Pandemic resulted in a huge loss in the sector of production and manufacturing, hence the government has decided to take an initiative to offer incentives to more sectors to boost the business.
The cabinet has considered a few sectors that are in major requirement of incentives to attract new investors for their growth.
Rajiv Kumar, Chief Chairman of NITI Aayog, has mentioned that the government has decided to provide production-linked incentives for mass management and production of large-good makers, pharmaceutical companies, and medical device manufacturers.
To regain India’s financial wealth and global share, an important decision like this was necessary.

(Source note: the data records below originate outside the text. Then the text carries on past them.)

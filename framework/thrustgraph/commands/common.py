"""Options and helpers shared by several sub-commands.

>>> parse_override("components.bottle.fill=0.4")
('components.bottle.fill', 0.4)
>>> parse_override("components.bottle.gauge_pressure=5 bar")
('components.bottle.gauge_pressure', '5 bar')
"""

from __future__ import annotations

import argparse
import tomllib
from typing import Any

from ..displayunits import UnitChoice, parse_units
from ..errors import ModelError
from ..model import Model
from ..modelfile import bundled_models, default_model_path, load_model

__all__ = ["add_model_argument", "add_set_option", "parse_override", "load_with_overrides", "add_units_option",
           "units_choice"]


def add_model_argument(p: argparse.ArgumentParser) -> None:
    p.add_argument("model", nargs="?", default=None,
                   help="model file (TOML) or the name of a bundled scenario; default: the bundled bottle rocket")


def add_set_option(p: argparse.ArgumentParser) -> None:
    p.add_argument("--set", dest="overrides", action="append", default=[], metavar="KEY=VALUE",
                   help='change a parameter for this run, e.g. --set components.bottle.fill=0.4 '
                        '--set "components.bottle.gauge_pressure=5 bar" (repeatable)')


def add_units_option(p: argparse.ArgumentParser) -> None:
    p.add_argument("--units", metavar="CHOICE",
                   help="the units results are shown in: SI, imperial, or QUANTITY=UNIT pairs, e.g. "
                        "length=ft,speed=mph (or imperial,pressure=bar); default: the model's [run] units, else SI")


def units_choice(args: argparse.Namespace, parsed: Any = None) -> UnitChoice:
    """The unit choice in force: ``--units`` when given, else the model's ``[run] units`` (SI without either).

    >>> units_choice(argparse.Namespace(units="length=ft")).chosen
    {'length': 'ft'}
    """
    if getattr(args, "units", None):
        return parse_units(args.units, where="--units")
    run = getattr(parsed, "run", None)
    return getattr(run, "units", None) or parse_units(None)


def parse_override(text: str) -> tuple[str, Any]:
    """Split ``key.path=value``; the value is read as a TOML literal, else kept as text."""
    if "=" not in text:
        raise ModelError(f"--set {text}", "expected KEY=VALUE", 'write e.g. --set "components.bottle.fill=0.4"')
    key, raw = text.split("=", 1)
    key, raw = key.strip(), raw.strip()
    if not key:
        raise ModelError(f"--set {text}", "the key is empty", 'write e.g. --set "components.bottle.fill=0.4"')
    try:
        value = tomllib.loads(f"v = {raw}")["v"]
    except tomllib.TOMLDecodeError:
        value = raw
    return key, value


def resolve_model_path(name: str | None):
    if name is None:
        return default_model_path()
    bundled = bundled_models()
    if name in bundled and not name.endswith(".toml"):
        return bundled[name]
    return name


def load_with_overrides(name: str | None, overrides: list[str]) -> Model:
    model = load_model(resolve_model_path(name))
    for text in overrides:
        key, value = parse_override(text)
        try:
            model.get(key)
        except ModelError:
            pass  # a new key is allowed; it is checked when the model is parsed
        model.set(key, value)
    return model
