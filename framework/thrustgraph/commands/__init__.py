"""Sub-commands of the ``thrustgraph`` command line, one module each.

A module exposes ``NAME`` (the word typed), ``HELP`` (one line, kept in
:data:`SUMMARIES`), ``add_arguments(parser)`` and ``main(args) -> int``; list
it in :data:`SUMMARIES`. Shared option helpers live in
:mod:`thrustgraph.commands.common`.

The one-line helps live here, not in the modules, so that ``thrustgraph
--help`` lists every command without importing any of them: the command line
imports only the module of the command it runs (:mod:`thrustgraph.cli`).

>>> list(SUMMARIES)[:3]
['run', 'compare', 'overlay']
"""

__all__ = ["SUMMARIES"]

#: Every sub-command, in the order ``thrustgraph --help`` lists them, and its one-line help.
SUMMARIES = {
    "run": "fly a model and print the summary (burn time, peak thrust and acceleration, apogee or range, audits)",
    "compare": "compare a model's prediction with a measured record (CSV with units in the headers): metrics and "
               "plots",
    "overlay": "overlay several runs (models, --variant changes, saved results, measured records): one set of plots "
               "and one table of outcome differences",
    "calibrate": "fit uncertain parameters (discharge coefficient, expansion exponent, drag...) to measured records; "
                 "report them with confidence intervals and write a calibrated model",
    "check": "validate a model without flying it: components, graph, mass at launch and safety cautions",
    "kinds": "list the installed device and environment kinds with their parameters, units, ranges and defaults",
    "new": "create a model file from a bundled starter scenario (list them with --list)",
    "export": "fly a model and write its results: CSV time series, JSON summary, Parquet (when pyarrow is "
              "installed)",
    "graph": "draw a model's component graph to an image (PNG or SVG)",
    "plot": "fly a model and draw its plots (thrust, motion, balance ledger...; --only lists them all) as PNG or SVG",
    "report": "fly a model and write a self-contained HTML report (summary, plots, ledger audit, events, model, "
              "versions)",
    "study": "run a design study: a sweep, an optimisation, a dispersion (Monte Carlo) or local sensitivities, "
             "on this machine's cores or a Dask cluster",
}
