def write_all(outputs: Sequence[tuple[PathLike, str | bytes]], *, directories: Sequence[PathLike] = (),
              streams: Sequence["StreamedFile"] = ()) -> None:
    """Write every output or none (text is written as UTF-8).

    Parameters
    ----------
    outputs : (path, content) pairs
    directories : output folders named by the user, created when missing (their parent must exist); a file of
        ``outputs`` may go into one of them. Folders this call created are removed again if it fails.
    streams : files already written piece by piece (:class:`StreamedFile`), put in place with the others; if
        anything fails they are discarded too

    Raises
    ------
    OutputError
        A path cannot be written (see :func:`check_output`), or writing failed (disk full...); nothing was left.
    """
    try:
        reals = check_outputs([p for p, _ in outputs] + [f.shown for f in streams], directories)[:len(outputs)]
    except BaseException:
        for f in streams:
            f.discard()
        raise
    created: list[Path] = []
    staged: list[_Staged] = []
    shown_all: list[PathLike] = []
    try:
        for d in directories:
            real = Path(os.path.realpath(d))
            if not real.exists():
                try:
                    os.mkdir(real)
                except OSError as exc:
                    raise OutputError(str(d), f"the folder cannot be created ({exc.strerror or exc})",
                                      "check the parent folder's permissions, or write elsewhere") from None
                created.append(real)
        for (shown, data), real in zip(outputs, reals):
            try:
                staged.append(_stage(real, _as_bytes(data)))
            except OSError as exc:
                raise OutputError(str(shown), f"writing failed ({exc.strerror or exc})",
                                  "check the space and permissions of its folder, or write elsewhere") from None
            shown_all.append(shown)
        for f in streams:
            staged.append(f._sealed())
            shown_all.append(f.shown)
        with _signals_held():
            for item, shown in zip(staged, shown_all):
                try:
                    _commit(item)
                except OSError as exc:
                    raise OutputError(str(shown), f"it could not be put in place ({exc.strerror or exc})",
                                      "check its folder, or write elsewhere") from None
            for folder in dict.fromkeys([i.target.parent for i in staged] + [c.parent for c in created]):
                _fsync_folder(folder)
    except BaseException:
        for item in staged:
            _discard(item)
            if item.placed and not item.existed:
                try:
                    os.unlink(item.target)
                except OSError:
                    pass
        for f in streams:
            f.discard()
        for folder in reversed(created):
            try:
                os.rmdir(folder)
            except OSError:
                pass
        raise
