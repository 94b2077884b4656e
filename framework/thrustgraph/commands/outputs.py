"""Helpers the sub-commands share: load and check a model, fly it with progress, write outputs all or nothing.

Every command that writes files checks every output path before it does any
work (:func:`check_paths`), builds all of their content in memory, and then
writes them all or none (:func:`thrustgraph.base.outputfiles.write_all`): bad
input, a bad path, a failed flight or an interrupt leaves no file behind.

>>> default_stem(Model(name="Two-litre water rocket!"))
'two-litre-water-rocket'
"""

from __future__ import annotations

import argparse
import re
from pathlib import Path
from typing import Any, Sequence

from ..base.errors import ModelError, ThrustgraphError
from ..outputs.exportformats import EXPORTS
from ..models.model import Model, ParsedModel, parse_model
from ..base.outputfiles import check_outputs, write_all
from .common import load_with_overrides, parse_override
from .progress import Progress

__all__ = ["add_quiet_option", "add_export_options", "export_targets", "load_checked", "fly_model", "default_stem",
           "need_matplotlib", "check_paths", "write_outputs"]


def add_quiet_option(p: argparse.ArgumentParser) -> None:
    p.add_argument("--quiet", action="store_true",
                   help="no progress indicator (it is shown only when standard error is a terminal anyway)")


def add_export_options(p: argparse.ArgumentParser, verb: str = "write") -> None:
    """``--NAME FILE`` for every format of the export registry (:mod:`thrustgraph.outputs.exportformats`)."""
    for f in EXPORTS.values():
        need = f", needs {f.needs}" if f.needs else ""
        p.add_argument(f"--{f.name}", metavar="FILE", help=f"{verb} {f.holds} to FILE ({f.title}{need})")


def export_targets(args: argparse.Namespace) -> list[tuple[str, str]]:
    """(format, path) of every ``--NAME FILE`` given; a format whose package is missing is refused."""
    targets = [(name, getattr(args, name)) for name in EXPORTS if getattr(args, name, None)]
    for name, _ in targets:
        EXPORTS[name].require()
    return targets


def load_checked(name: str | None, overrides: Sequence[str]) -> tuple[Model, ParsedModel]:
    """Load a model, apply ``--set`` overrides and check it against the installed kinds.

    An error in an overridden value names the ``--set`` option; any other
    error names the model file.
    """
    model = load_with_overrides(name, list(overrides))
    keys = [parse_override(text)[0] for text in overrides]
    try:
        parsed = parse_model(model)
    except ModelError as exc:
        for key in keys:
            if exc.where == key or exc.where.startswith(key + "."):
                raise exc.located("--set") from None
        if model.source:
            raise exc.located(model.source) from None
        raise
    return model, parsed


def fly_model(parsed: ParsedModel, *, quiet: bool = False) -> Any:
    """Integrate a checked model, showing progress on a terminal."""
    from ..flight.integrate import integrate

    with Progress("flying", quiet=quiet, unit="s") as bar:
        return integrate(parsed, progress=bar)


def default_stem(model: Model) -> str:
    """A file-name stem for a model's outputs: the model file's stem, else its name made safe."""
    if model.source and not model.source.startswith("<"):
        return Path(model.source).stem
    slug = re.sub(r"[^a-z0-9]+", "-", model.name.lower()).strip("-")
    return slug or "model"


def need_matplotlib() -> None:
    """Raise a clear error when matplotlib (for plots, graphs and reports) is missing."""
    try:
        import matplotlib  # noqa: F401
    except ImportError:
        raise ThrustgraphError("plots, graphs and reports need matplotlib, which is not installed. Fix: pip "
                               "install 'thrustgraph[plots]' (or pip install matplotlib)") from None


def check_paths(files: Sequence[str | Path | None] = (), directories: Sequence[str | Path | None] = ()) -> None:
    """Refuse, before any work, an output that cannot be written (``None`` entries are options not given)."""
    check_outputs([f for f in files if f], [d for d in directories if d])


def write_outputs(outputs: Sequence[tuple[str | Path, str | bytes]], *, directories: Sequence[str | Path] = (),
                  say: bool = True) -> None:
    """Write prepared outputs all or none; print ``wrote PATH`` for each once all are in place.

    ``directories`` are output folders the user named (created when missing; their parent must exist).
    """
    write_all(outputs, directories=[d for d in directories if d])
    if say:
        for path, _ in outputs:
            print(f"wrote {path}")
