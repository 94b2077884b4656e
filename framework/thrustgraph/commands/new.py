"""``thrustgraph new``: start a model file from one of the bundled starter scenarios.

The scenario's text is copied as it is (comments included); ``--name``
changes the model's name line. The file is checked after writing and an
existing file is never replaced unless ``--force`` is given.
"""

from __future__ import annotations

import argparse
import difflib
import os
import re

from . import SUMMARIES
from ..base.errors import ModelError
from ..models.modelfile import bundled_models, default_model_path, dumps_model, load_model, loads_model
from .outputs import check_paths, write_outputs

NAME = "new"
HELP = SUMMARIES[NAME]


def add_arguments(p: argparse.ArgumentParser) -> None:
    p.add_argument("file", nargs="?", help="the model file to create, e.g. my-rocket.toml")
    p.add_argument("--from", dest="scenario", default=default_model_path().stem, metavar="SCENARIO",
                   help="the starter scenario to copy (default: %(default)s)")
    p.add_argument("--name", help="the new model's name (default: the scenario's)")
    p.add_argument("--list", action="store_true", help="list the bundled scenarios and exit")
    p.add_argument("--force", action="store_true", help="replace the file if it exists")


def _first_line(text: str, width: int = 90) -> str:
    """The first sentence of a description, shortened to ``width`` characters.

    >>> _first_line("Demo scenario: a bottle. More text.")
    'Demo scenario: a bottle.'
    """
    flat = " ".join(text.split())
    end = flat.find(". ")
    first = flat if end < 0 else flat[:end + 1]
    return first if len(first) <= width else first[:width - 3].rstrip() + "..."


def main(args: argparse.Namespace) -> int:
    scenarios = bundled_models()
    if args.list:
        print("Bundled starter scenarios (thrustgraph new FILE --from SCENARIO):")
        width = max(len(k) for k in scenarios)
        for stem, path in scenarios.items():
            m = load_model(path)
            print(f"  {stem:<{width}s}  {m.name}: {_first_line(m.description)}")
        return 0
    if not args.file:
        raise ModelError("thrustgraph new", "no file name given", "write e.g. thrustgraph new my-rocket.toml")
    if args.scenario not in scenarios:
        close = difflib.get_close_matches(args.scenario, list(scenarios), n=1)
        hint = f"did you mean {close[0]!r}?" if close else f"bundled scenarios: {', '.join(scenarios)}"
        raise ModelError(f"--from {args.scenario}", "no such bundled scenario", hint)
    target = args.file
    if os.path.lexists(target) and not args.force:
        raise ModelError(target, "already exists; it was left as it is", "choose another name or add --force")
    check_paths([target])
    text = scenarios[args.scenario].read_text(encoding="utf-8")
    if args.name is not None:
        line = "name = " + dumps_model_name(args.name)
        new, count = re.subn(r'(?m)^name\s*=\s*"(?:[^"\\]|\\.)*"\s*$', lambda _: line, text, count=1)
        if count == 1 and loads_model(new, source=target).name == args.name:
            text = new
        else:  # the scenario's name line is not a plain one: write the model out instead
            m = loads_model(text, source=target)
            m.name = args.name
            text = dumps_model(m)
    m = loads_model(text, source=target)  # what is written must load
    write_outputs([(target, text)], say=False)
    print(f"wrote {target} (from the scenario {args.scenario!r}, model {m.name!r}). Edit it, then run: "
          f"thrustgraph check {target}")
    return 0


def dumps_model_name(name: str) -> str:
    """The TOML text of a name value.

    >>> dumps_model_name('my "best" rocket')
    '"my \\\\"best\\\\" rocket"'
    """
    import tomli_w

    return tomli_w.dumps({"v": name})[4:].rstrip("\n")
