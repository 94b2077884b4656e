"""``thrustgraph run``: fly a model and print its summary, events and audits."""

from __future__ import annotations

import argparse
import math
import sys
from typing import Sequence

from . import SUMMARIES
from ..kinds.displayunits import shown, using
from ..outputs.exportformats import EXPORTS
from ..flight.result import FlightResult
from .common import add_model_argument, add_set_option, add_units_option, units_choice
from .outputs import (add_export_options, add_quiet_option, check_paths, export_targets, fly_model, load_checked,
                      need_matplotlib, write_outputs)

NAME = "run"
HELP = SUMMARIES[NAME]

def add_arguments(p: argparse.ArgumentParser) -> None:
    add_model_argument(p)
    add_set_option(p)
    add_export_options(p, verb="also write")
    p.add_argument("--plots", metavar="DIR", help="also draw the plots (PNG) into DIR")
    p.add_argument("--report", metavar="FILE", help="also write the self-contained HTML report to FILE")
    add_units_option(p)
    add_quiet_option(p)


def summary_lines(r: FlightResult, keys: Sequence[str] | None = None) -> list[str]:
    """One line per summary entry people need to see: label, value in its display unit scaled to its magnitude
    (:meth:`~thrustgraph.kinds.outcomespec.OutcomeSpec.unit_for`; and in ``also`` units).

    Labels and units come from the outcome registry (``r.outcome_specs``); an
    entry whose ``show`` predicate says it adds nothing (a downrange equal to
    the range) is left out. Values are shown in the units of choice in force
    (:func:`thrustgraph.kinds.displayunits.shown`; SI by default).
    """
    rows = []
    for key in (r.summary if keys is None else [k for k in keys if k in r.summary]):
        spec = r.outcome_specs.get(key)
        if spec is None:
            value, unit = shown(r.summary[key], r.unit(key))
            rows.append((key, value, f" {unit}" if unit else "", ""))
        elif spec.show(r.summary):
            v = r.summary[key]
            extra = ", ".join(f"{spec.shown(v, u):.4g} {u}" for u in spec.also)
            extra = f"   ({extra})" if extra else ""
            value, unit = shown(v, spec.unit, display=spec.display)
            rows.append((spec.label, value, f" {unit}" if unit else "", extra))
    width = max([32] + [len(label) for label, *_ in rows])     # a component's long label keeps the column
    return [f"  {label:<{width}s} {value:12.5g}{unit}{extra}" for label, value, unit, extra in rows]


def format_summary(r: FlightResult, name: str) -> str:
    lines = [f"thrustgraph: {name}", ""]
    lines.append("Phases")
    for ph in r.phases:
        lines.append(f"  {ph.name:<24s} {ph.t_start:9.4f} s -> {ph.t_end:9.4f} s   ({ph.duration:.4f} s)")
    lines.append("")
    lines.append("Summary")
    lines += summary_lines(r)
    lines.append("")
    lines.append("Events")
    for e in r.events:
        lines.append(f"  {e.t:9.4f} s  {e.name:<20s} {e.component:<10s} {e.detail}")
    lines.append("")
    a = r.audit
    lines.append("Closure audits")
    lines.append(f"  mass residual       {a.mass_residual:+.3e} kg   (relative {a.mass_relative:+.3e})")
    m = math.sqrt(sum(c * c for c in a.momentum_residual))
    lines.append(f"  momentum residual   {m:.3e} kg m/s (relative {a.momentum_relative:.3e})")
    for stage, sub in r.dropped.items():
        lines.append("")
        lines.append(f"Dropped stage {stage!r} (flown on from {sub.t[0]:.4f} s)")
        lines += summary_lines(sub, ("apogee", "range", "impact_speed", "flight_time"))
        lines.append(f"  outcome: {sub.message}")
    lines.append("")
    lines.append(f"Outcome: {r.message}")
    if r.cautions:
        lines.append("")
        lines.append("Cautions")
        for c in r.cautions:
            lines.append(f"  ! {c}")
    return "\n".join(lines)


def main(args: argparse.Namespace) -> int:
    if args.plots or args.report:
        need_matplotlib()
    exports = export_targets(args)
    model, parsed = load_checked(args.model, args.overrides)  # errors name the file or the --set option
    choice = units_choice(args, parsed)
    for w in parsed.warnings():       # on stderr, before the flight: the summary on stdout stays as it was
        print(f"thrustgraph: warning: {w}", file=sys.stderr)
    check_paths([path for _, path in exports] + [args.report], [args.plots])  # before flying: a bad path costs nothing
    result = fly_model(parsed, quiet=args.quiet)
    # Build every output in memory first, so a failure leaves no partial file; all in the units of choice.
    with using(choice):
        outputs = [(path, EXPORTS[name].render(result)) for name, path in exports]
        if args.plots:
            from ..outputs.plots import figures, render
            outputs += [(f"{args.plots}/{n}.png", render(fig, "png")) for n, fig in figures(result).items()]
        if args.report:
            from ..outputs.report import render_report
            outputs.append((args.report, render_report(result, model, parsed=parsed)))
        print(format_summary(result, model.name))
    write_outputs(outputs, directories=[args.plots])
    return 0
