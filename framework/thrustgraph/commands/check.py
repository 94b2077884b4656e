"""``thrustgraph check``: validate a model and print its components, graph, mass at launch, warnings and cautions.

Nothing is flown, but the vehicle is assembled, so the plugin contract is
checked too (:mod:`thrustgraph.kinds.contract`). The exit status is 0 for a valid
model and 2 (with one message naming the file, the key and the fix, or the
plugin, the kind and the hook) for an invalid one.
"""

from __future__ import annotations

import argparse

import networkx as nx

from . import SUMMARIES
from ..flight.assembly import assemble
from ..models.model import ParsedModel
from .common import add_model_argument, add_set_option
from .outputs import load_checked

NAME = "check"
HELP = SUMMARIES[NAME]


def add_arguments(p: argparse.ArgumentParser) -> None:
    add_model_argument(p)
    add_set_option(p)


def describe_graph(parsed: ParsedModel) -> list[str]:
    """Flow paths from every vessel or jet to the surroundings, and the parts that carry no flow."""
    g = parsed.graph
    kinds = parsed.kinds
    lines = []
    names = list(parsed.model.components)
    starts = [n for n in names if kinds[n].role != "body" and g.in_degree(n) == 0 and g.out_degree(n) > 0]
    ends = [n for n in names if kinds[n].role != "body" and g.out_degree(n) == 0 and g.in_degree(n) > 0]
    for s in starts:
        for e in ends:
            for path in nx.all_simple_paths(g, s, e):
                crossing = [f"{a} -> {b}" for a, b in zip(path, path[1:])
                            if (kinds[a].role == "boundary") != (kinds[b].role == "boundary")]
                note = f"   (crosses the control surface: {', '.join(crossing)})" if crossing else ""
                lines.append("  " + " -> ".join(path) + note)
    for n in parsed.model.components:
        if kinds[n].role == "body":
            lines.append(f"  {n}   (body: carries mass and external forces, no flow)")
    return lines


def mass_breakdown(parsed: ParsedModel) -> list[tuple[str, str, float]]:
    """(component, part, kg) at launch, from each kind's ``describe_mass``."""
    rows = []
    for n in parsed.model.components:
        for part, kg in parsed.kinds[n].describe_mass(parsed.params[n], parsed.ambient).items():
            rows.append((n, part, float(kg)))
    return rows


def format_check(parsed: ParsedModel) -> str:
    m = parsed.model
    lines = [f"thrustgraph check: {m.name}" + (f"  ({m.source})" if m.source else ""), "",
             "The model is valid: every parameter, unit and connection checks out.", ""]
    width = max(len(n) for n in m.components)
    kwidth = max(len(parsed.kinds[n].kind) for n in m.components)
    lines.append("Components")
    for n in m.components:
        k = parsed.kinds[n]
        lines.append(f"  {n:<{width}s}  {k.kind:<{kwidth}s}  {k.role:<8s}  {k.summary}")
    lines.append("")
    lines.append("Graph (flow paths, upstream to downstream)")
    lines.extend(describe_graph(parsed) or ["  (no flow paths)"])
    lines.append("")
    env = ", ".join(f"{slot} {cls.kind}" for slot, cls in parsed.env_kinds.items())
    lines.append(f"Environment: {env}; at the launch point {parsed.ambient.pressure / 1e5:.5g} bar, "
                 f"{parsed.ambient.temperature - 273.15:.4g} degC, {parsed.ambient.density:.4g} kg/m^3")
    lines.append("")
    lines.append("Mass at launch")
    rows = mass_breakdown(parsed)
    pw = max([len(p) for _, p, _ in rows] + [5])
    total = 0.0
    for n, part, kg in rows:
        lines.append(f"  {n:<{width}s}  {part:<{pw}s}  {kg * 1e3:12.4f} g")
        total += kg
    lines.append(f"  {'total':<{width}s}  {'':<{pw}s}  {total * 1e3:12.4f} g")
    warnings = parsed.warnings()
    if warnings:
        lines.append("")
        lines.append("Warnings (the model is valid, but probably not what was meant)")
        lines.extend(f"  warning: {w}" for w in warnings)
    cautions = parsed.cautions()
    if cautions:
        lines.append("")
        lines.append("Cautions")
        lines.extend(f"  ! {c}" for c in cautions)
    return "\n".join(lines)


def main(args: argparse.Namespace) -> int:
    _, parsed = load_checked(args.model, args.overrides)
    assemble(parsed)  # builds every component's callables: a plugin that breaks the contract is named here
    print(format_check(parsed))
    return 0
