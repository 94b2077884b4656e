"""The progress bar of the command line: see :mod:`thrustgraph.progress`."""

from ..progress import Progress

__all__ = ["Progress"]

Rajiv Kumar, on 30th October, mentioned, at the Confederation of Asia Chamber of Commerce and Industry [CACCI] which was organized by Federation Chamber of Commerce and Industry [FICCI], that such incentivizing for global and domestic investors, through PLI, will be done respecting the multilateral trade norms.
Any tariff support required will be provided in support of global trades. The flexible incentive will be proposed for five to seven years for initial support.
Recognition of existing investors will be respected while much greater space will be provided to private enterprises.
Product linked incentives has been considered for mobile phones too. The basis of the scheme is to extend the clutches of important sectors vast enough to fulfill the growth.
Units like food processing, battery manufacturing has been considered. PLI is a scheme that remains focused on outcome and output while the incentives will be paid as soon as the goods are manufactured.
Providing huge flexibility to the entrepreneurs and agricultural sector, the pandemic was the perfect opportunity to lay foundations for such support.
Semiconductor packaging and electric components will attract investors and the value chain can be maintained by maintaining an incentive of 4-6% on an incremental sales basis.
Agricultural reforms will definitely attract the private sectors for the growth of sudden drop and its impact on the Indian economy.
Including social profits to the financial profits because of complete growth at the expense of natural capital would not be enough hence social profits will help measure the success at a high rate.